### RECORDS TO PROCESS
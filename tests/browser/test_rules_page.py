"""The rules page in a browser: draft from an intake, see a mistake, fix it, save; read-only."""

from __future__ import annotations

import re
from pathlib import Path

from playwright.sync_api import Page, expect

from tests.browser.conftest import screenshot_widths, sign_in

LAB = "Saltmere water-quality lab"


def open_rules(page: Page, base: str) -> None:
    page.goto(f"{base}/suppliers")
    page.get_by_role("link", name=LAB).click()
    page.get_by_role("link", name="rules", exact=True).click()
    expect(page.get_by_role("heading", name=f"Rules of {LAB}")).to_be_visible()


def test_admin_drafts_checks_fixes_and_saves(
    page: Page, live_server: str, screenshot_dir: Path
) -> None:
    sign_in(page, live_server, "demo-admin")
    open_rules(page, live_server)
    editor = page.get_by_label("Rules (YAML)")
    # The lab's accepted deliveries come first in the list to draft from.
    expect(page.locator("#draft-intake option").first).to_contain_text("accepted")
    page.get_by_role("button", name="Draft").click()
    expect(page.locator("#rules-message")).to_contain_text("Drafted from intake")
    drafted = editor.input_value()
    assert "columns:" in drafted and "kind: numeric" in drafted
    page.get_by_role("button", name="Save as new version").click()
    page.wait_for_url(re.compile(r"saved=\d+"))
    first = int(re.search(r"saved=(\d+)", page.url).group(1))
    expect(page.get_by_role("heading", name=f"Version {first}")).to_be_visible()

    asked = []
    # Listening before the edit, not just before the click: playwright subscribes to
    # dialogs without waiting, and an unheard dialog is dismissed for us.
    page.once("dialog", lambda dialog: (asked.append(dialog.message), dialog.dismiss()))
    editor.fill(drafted.replace("kind: numeric", "kind: sometimes", 1))
    page.get_by_role("button", name="Draft").click()  # edits are not replaced unasked
    expect(editor).to_have_value(re.compile("kind: sometimes"))
    assert asked and "Replace your edits" in asked[0]
    page.get_by_role("button", name="Check").click()
    problems = page.locator("#problems li")
    expect(problems.first).to_be_visible()
    expect(problems.first).to_contain_text("kind")
    expect(page.locator("#rules-message")).to_contain_text("mistake, each listed under Mistakes")
    page.screenshot(path=str(screenshot_dir / "rules-mistake-1280.png"), full_page=True)
    page.get_by_role("button", name="Save as new version").click()  # refused: still mistakes
    expect(page.locator("#rules-message")).to_contain_text("mistake, each listed under Mistakes")
    assert f"saved={first}" in page.url

    editor.fill(drafted)
    page.get_by_label("What changed (note)").fill("as drafted, checked again")
    page.get_by_role("button", name="Check").click()
    expect(page.locator("#problems-empty")).to_contain_text("No mistakes")
    expect(problems).to_have_count(0)
    page.get_by_role("button", name="Save as new version").click()
    page.wait_for_url(re.compile(rf"saved={first + 1}\b"))
    expect(page.get_by_role("heading", name=f"Version {first + 1}")).to_be_visible()
    expect(page.locator("#rules-saved")).to_contain_text(f"Version {first + 1} saved.")
    expect(page.locator(".rules-versions li")).to_have_count(first + 1)
    expect(page.locator(".rules-versions li").first).to_contain_text("as drafted, checked again")
    screenshot_widths(page, screenshot_dir, "rules")  # rules-1280.png and rules-800.png

    saved_text = editor.input_value()  # as saved: defaults such as required: true dropped
    page.get_by_role("link", name=f"version {first}", exact=True).click()
    expect(page.get_by_role("heading", name=re.compile(f"^Version {first} "))).to_contain_text(
        "an earlier version"
    )
    assert editor.input_value() == saved_text  # both versions hold the same draft


def test_viewer_reads_the_rules_without_a_save_control(page: Page, live_server: str) -> None:
    sign_in(page, live_server, "demo-viewer")
    open_rules(page, live_server)
    expect(page.get_by_label(re.compile("Rules \\(YAML\\)"))).to_have_attribute("readonly", "")
    expect(page.get_by_role("button", name="Save as new version")).to_have_count(0)
    expect(page.get_by_role("button", name="Draft")).to_have_count(0)


def test_on_a_narrow_screen_the_mistakes_come_into_sight(
    new_page, live_server: str, screenshot_dir: Path
) -> None:
    page = new_page(800, 700)
    sign_in(page, live_server, "demo-admin")
    open_rules(page, live_server)
    heading = page.get_by_role("heading", name="Mistakes")
    expect(heading).not_to_be_in_viewport()  # below the editor at this width
    page.get_by_label("Rules (YAML)").fill("columns:\n  salinity_psu:\n    kind: sometimes\n")
    page.get_by_role("button", name="Check").click()
    expect(page.locator("#problems li").first).to_contain_text("kind")
    expect(heading).to_be_in_viewport()
    page.screenshot(path=str(screenshot_dir / "rules-mistake-800.png"))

### EXERCISE BRIEF
What is the number of lines above that contain the word "None"? Answer with that number only.

### YOUR RESPONSE
4